● **Task input**:
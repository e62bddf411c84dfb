import { expect, test } from "vitest";
import { latexHadron } from "../../src/tables/export-latex-names.js";

test.each([
  ["p", "p"],
  ["Sigma(1385)+", "\\Sigma(1385)^{+}"],
  ["Delta(1232)++", "\\Delta(1232)^{++}"],
  ["K0bar", "\\overline{K^{0}}"],
  ["pbar", "\\overline{p}"],
  ["K2*(1430)+", "K_{2}^{*}(1430)^{+}"],
  ["K*(892)-", "K^{*}(892)^{-}"],
  ["f2'(1525)", "f_{2}^{\\prime}(1525)"],
  ["eta'(958)", "\\eta^{\\prime}(958)"],
  ["D_s+", "D_{s}^{+}"],
  ["K_S0", "K_{S}^{0}"],
  ["chi_c0(1P)", "\\chi_{c0}(1P)"],
  ["J/psi(1S)", "J/\\psi(1S)"],
  ["a&b_{c}%", "\\mathrm{a\\&b\\_\\{c\\}\\%}"],
])("%s is typeset as %s", (name, latex) => {
  expect(latexHadron(name)).toBe(latex);
});
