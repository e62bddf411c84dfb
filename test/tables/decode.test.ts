import { createHash } from "node:crypto";
import { describe, expect, test } from "vitest";
import { complete } from "../../src/completion/complete.js";
import { InputError, TableError } from "../../src/errors.js";
import { couplet } from "../../src/gen/couplet.js";
import { parseIrrep } from "../../src/su3/irrep.js";
import { isoscalarTable } from "../../src/su3/isoscalar-factors.js";
import { canonicalJson } from "../../src/tables/canonical-json.js";
import { decodeDecays } from "../../src/tables/decode-decays.js";
import { decodeFactors } from "../../src/tables/decode-factors.js";
import { DECAYS_SCHEMA_MINOR, encodeDecays } from "../../src/tables/encode-decays.js";
import { encodeFactors, FACTORS_SCHEMA_MINOR } from "../../src/tables/encode-factors.js";
import { checkSeal, digestOf, sealBytes } from "../../src/tables/sealed-bytes.js";
import { fitOf } from "../chain/run.js";

import v1 = couplet.v1;

const STUDY = `couplet: 1
title: small
decays:
  - { from: baryon-decuplet, to: [baryon-octet, pseudoscalar-octet], L: 1, model: a }
measurements:
  - { width: Delta(1232) -> N pi, value: 117 +- 3 MeV, source: invented }
  - { fraction: Sigma(1385) -> Lambda pi, value: 87 +- 2 %, source: invented }
  - { fraction: Sigma(1385) -> Sigma pi, value: 12 +- 2 %, source: invented }
  - { fraction: Xi(1530) -> Xi pi, value: 1, source: invented, use: table }
`;
const decays = encodeDecays(complete(fitOf(STUDY), 0));
const factors = encodeFactors(isoscalarTable(parseIrrep("8"), parseIrrep("8")), { states: false });

/** The table with something changed in its message, sealed again: what another writer could have made. */
function rewritten(bytes: Uint8Array, change: (tables: v1.DecayTables) => void): Uint8Array {
  const tables = v1.DecayTables.decode(bytes);
  change(tables);
  tables.sha256 = new Uint8Array();
  return sealBytes(v1.DecayTables.encode({ ...tables, sha256: null }).finish());
}

const thrown = (read: () => unknown): unknown => {
  try {
    return read();
  } catch (error) {
    return error;
  }
};

describe("a sealed file", () => {
  test("ends in the SHA-256 of every byte before its last field", () => {
    for (const bytes of [decays, factors]) {
      const body = bytes.subarray(0, bytes.length - 35);
      expect([...bytes.subarray(body.length, body.length + 3)]).toEqual([0xc2, 0x3e, 32]);
      expect(digestOf(bytes)).toBe(createHash("sha256").update(body).digest("hex"));
    }
  });

  test("says what it is, by its first field", () => {
    expect(checkSeal(decays, "t.pb")).toBe("couplet.v1.DecayTables");
    expect(checkSeal(factors, "t.pb")).toBe("couplet.v1.FactorTable");
  });

  test("has its digest in the message, so that any protobuf reader finds it", () => {
    const read = v1.DecayTables.decode(decays);
    expect(Buffer.from(read.sha256 as Uint8Array).toString("hex")).toBe(digestOf(decays));
  });

  test("has the same bytes when it is made again", () => {
    expect(Buffer.from(encodeDecays(complete(fitOf(STUDY), 0))).equals(Buffer.from(decays))).toBe(true);
    const again = encodeFactors(isoscalarTable(parseIrrep("8"), parseIrrep("8")), { states: false });
    expect(Buffer.from(again).equals(Buffer.from(factors))).toBe(true);
  });
});

describe("a reader refuses", () => {
  test("a table of a newer schema, and says what to do", () => {
    const newer = rewritten(decays, (tables) => {
      tables.header!.schemaMinor = DECAYS_SCHEMA_MINOR + 1;
    });
    expect(thrown(() => decodeDecays(newer, "t.pb"))).toEqual(
      new TableError(
        `t.pb: expected schema version 1.${DECAYS_SCHEMA_MINOR} or older, got 1.${DECAYS_SCHEMA_MINOR + 1}. Read it with a newer Couplet.`,
      ),
    );
    const table = v1.FactorTable.decode(factors);
    const newerFactors = sealBytes(
      v1.FactorTable.encode({ ...table, schemaMinor: FACTORS_SCHEMA_MINOR + 1, sha256: null }).finish(),
    );
    expect(thrown(() => decodeFactors(newerFactors, "t.pb"))).toEqual(
      new TableError(
        `t.pb: expected schema version 1.${FACTORS_SCHEMA_MINOR} or older, got 1.${FACTORS_SCHEMA_MINOR + 1}. Read it with a newer Couplet.`,
      ),
    );
  });

  test("a table without a header, or without the version in it", () => {
    const message =
      "t.pb: expected a header with the schema version, got a table without one. The file was written by something else; write it again.";
    const bare = rewritten(decays, (tables) => {
      Object.assign(tables, { header: null });
    });
    expect(thrown(() => decodeDecays(bare, "t.pb"))).toEqual(new TableError(message));
    const table = v1.FactorTable.decode(factors);
    const unversioned = sealBytes(
      v1.FactorTable.encode({ ...table, schemaMinor: null, sha256: null }).finish(),
    );
    expect(thrown(() => decodeFactors(unversioned, "t.pb"))).toEqual(new TableError(message));
  });

  test("a kind of table it does not know, if it is whole", () => {
    const kind = "couplet.v2.DecayTables";
    const whole = sealBytes(Buffer.concat([Buffer.from([0x0a, kind.length]), Buffer.from(kind)]));
    expect(thrown(() => checkSeal(whole, "t.pb"))).toEqual(
      new TableError(
        "t.pb: expected one of couplet.v1.CouplingTables, couplet.v1.DecayTables, couplet.v1.FactorTable, got a table of another kind. Read it with a newer Couplet.",
      ),
    );
    expect(thrown(() => checkSeal(whole.subarray(1), "t.pb"))).toBeInstanceOf(InputError);
  });

  test("a convention, and a rule for copies, that it does not know", () => {
    const other = rewritten(decays, (tables) => {
      tables.header!.convention = "another-v9";
    });
    expect(thrown(() => decodeDecays(other, "t.pb"))).toEqual(
      new TableError(
        't.pb: expected phase convention deswart-v1, got "another-v9". Read it with a newer Couplet.',
      ),
    );
    const table = v1.FactorTable.decode(factors);
    const ruled = sealBytes(
      v1.FactorTable.encode({ ...table, multiplicityRule: "another-v9", sha256: null }).finish(),
    );
    expect(thrown(() => decodeFactors(ruled, "t.pb"))).toEqual(
      new TableError(
        't.pb: expected copies by exchange-then-first-channels-v1, got "another-v9". Read it with a newer Couplet.',
      ),
    );
  });

  test("rows that do not add up, though the digest is right", () => {
    const other = rewritten(decays, (tables) => {
      tables.parents[0]!.rows[0]!.partsPerBillion = 999_999_999;
    });
    expect(thrown(() => decodeDecays(other, "t.pb"))).toEqual(
      new TableError(
        "t.pb: Delta(1232)++: expected rows that add up to 1000000000 parts, got 999999999. The file was written by something else; write it again.",
      ),
    );
  });

  test("another table than the one it was asked for", () => {
    expect(thrown(() => decodeDecays(factors, "t.pb"))).toEqual(
      new InputError(
        "t.pb: expected couplet.v1.DecayTables, got couplet.v1.FactorTable. Give a file of the kind expected.",
      ),
    );
  });

  test("bytes that are sealed but no message", () => {
    const body = decays.subarray(0, 40);
    const error = thrown(() => decodeDecays(sealBytes(body), "t.pb"));
    expect(error).toBeInstanceOf(TableError);
    expect((error as Error).message).toMatch(
      /^t\.pb: expected a message couplet\.v1\.DecayTables, got bytes that are none \(.*\)\. The file was written by something else; write it again\.$/,
    );
  });

  test("a file that is not ours at all", () => {
    const message = (bytes: number) =>
      `t.pb: expected a table file written by Couplet, got something else (${bytes} bytes). Give a .pb file that \`couplet tables\`, \`couplet couplings --out\` or \`couplet factors --out\` wrote.`;
    expect(thrown(() => checkSeal(Buffer.from("hello"), "t.pb"))).toEqual(new InputError(message(5)));
    expect(thrown(() => checkSeal(new Uint8Array(), "t.pb"))).toEqual(new InputError(message(0)));
  });
});

describe("canonical JSON", () => {
  const table = isoscalarTable(parseIrrep("8"), parseIrrep("8"));
  const json = canonicalJson("couplet.v1.FactorTable", v1.FactorTable.decode(factors)) as {
    left: unknown;
    right: unknown;
    convention: string;
    multiplicityRule: string;
    factors: Record<string, unknown>[];
  };

  test("of factors has every label, zeros included, and exact numbers as decimal text", () => {
    expect(json.left).toEqual({ p: 1, q: 1 });
    expect(json.right).toEqual({ p: 1, q: 1 });
    expect([json.convention, json.multiplicityRule]).toEqual([
      "deswart-v1",
      "exchange-then-first-channels-v1",
    ]);
    // The singlet: the first printed block of the Particle Data Group's isoscalar factors 8 x 8, N Kbar to 1 (memory).
    expect(json.factors[0]).toEqual({
      irrep: { p: 0, q: 0 },
      copy: 1,
      threeY: 0,
      twoI: 0,
      threeY1: 3,
      twoI1: 1,
      threeY2: -3,
      twoI2: 1,
      value: { sign: 1, numerator: "1", denominator: "4", value: 0.5 },
    });
    const labels = ["irrep", "copy", "threeY", "twoI", "threeY1", "twoI1", "threeY2", "twoI2", "value"];
    for (const factor of json.factors) expect(Object.keys(factor)).toEqual(labels);
  });

  test("of factors is the whole table, in its order", () => {
    expect(json.factors.length).toBe([...table.factors()].length);
  });

  test("of decays prints a fraction, a charge and a momentum of 0", () => {
    const { parents } = canonicalJson("couplet.v1.DecayTables", v1.DecayTables.decode(decays)) as {
      parents: { hadron: Record<string, unknown>; rows: Record<string, unknown>[] }[];
    };
    const neutral = parents.find(({ hadron }) => hadron["name"] === "Delta(1232)0")!;
    expect(neutral.hadron["charge"]).toBe(0);
    const closed = neutral.rows.find(({ id }) => id === "Delta(1232)0 -> Sigma0 K0")!;
    expect([closed["partsPerBillion"], closed["momentum"]]).toEqual([0, 0]);
  });
});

● **Work to complete**:
Every line from the first through the one containing "const decays = encodeDecays(complete(fitOf(STUDY), 0));" in the listing above must be given again exactly, with nothing else alongside.

● **Answer space**:
repository e62bddf411c84dfb
import { expect, test } from "vitest";
import { latexHadron } from "../../src/tables/export-latex-names.js";

test.each([
  ["p", "p"],
  ["Sigma(1385)+", "\\Sigma(1385)^{+}"],
  ["Delta(1232)++", "\\Delta(1232)^{++}"],
  ["K0bar", "\\overline{K^{0}}"],
  ["pbar", "\\overline{p}"],
  ["K2*(1430)+", "K_{2}^{*}(1430)^{+}"],
  ["K*(892)-", "K^{*}(892)^{-}"],
  ["f2'(1525)", "f_{2}^{\\prime}(1525)"],
  ["eta'(958)", "\\eta^{\\prime}(958)"],
  ["D_s+", "D_{s}^{+}"],
  ["K_S0", "K_{S}^{0}"],
  ["chi_c0(1P)", "\\chi_{c0}(1P)"],
  ["J/psi(1S)", "J/\\psi(1S)"],
  ["a&b_{c}%", "\\mathrm{a\\&b\\_\\{c\\}\\%}"],
])("%s is typeset as %s", (name, latex) => {
  expect(latexHadron(name)).toBe(latex);
});
repository e62bddf411c84dfb
filename test/tables/decode.test.ts
import { createHash } from "node:crypto";
import { describe, expect, test } from "vitest";
import { complete } from "../../src/completion/complete.js";
import { InputError, TableError } from "../../src/errors.js";
import { couplet } from "../../src/gen/couplet.js";
import { parseIrrep } from "../../src/su3/irrep.js";
import { isoscalarTable } from "../../src/su3/isoscalar-factors.js";
import { canonicalJson } from "../../src/tables/canonical-json.js";
import { decodeDecays } from "../../src/tables/decode-decays.js";
import { decodeFactors } from "../../src/tables/decode-factors.js";
import { DECAYS_SCHEMA_MINOR, encodeDecays } from "../../src/tables/encode-decays.js";
import { encodeFactors, FACTORS_SCHEMA_MINOR } from "../../src/tables/encode-factors.js";
import { checkSeal, digestOf, sealBytes } from "../../src/tables/sealed-bytes.js";
import { fitOf } from "../chain/run.js";

import v1 = couplet.v1;

const STUDY = `couplet: 1
title: small
decays:
  - { from: baryon-decuplet, to: [baryon-octet, pseudoscalar-octet], L: 1, model: a }
measurements:
  - { width: Delta(1232) -> N pi, value: 117 +- 3 MeV, source: invented }
  - { fraction: Sigma(1385) -> Lambda pi, value: 87 +- 2 %, source: invented }
  - { fraction: Sigma(1385) -> Sigma pi, value: 12 +- 2 %, source: invented }
  - { fraction: Xi(1530) -> Xi pi, value: 1, source: invented, use: table }
`;
const decays = encodeDecays(complete(fitOf(STUDY), 0));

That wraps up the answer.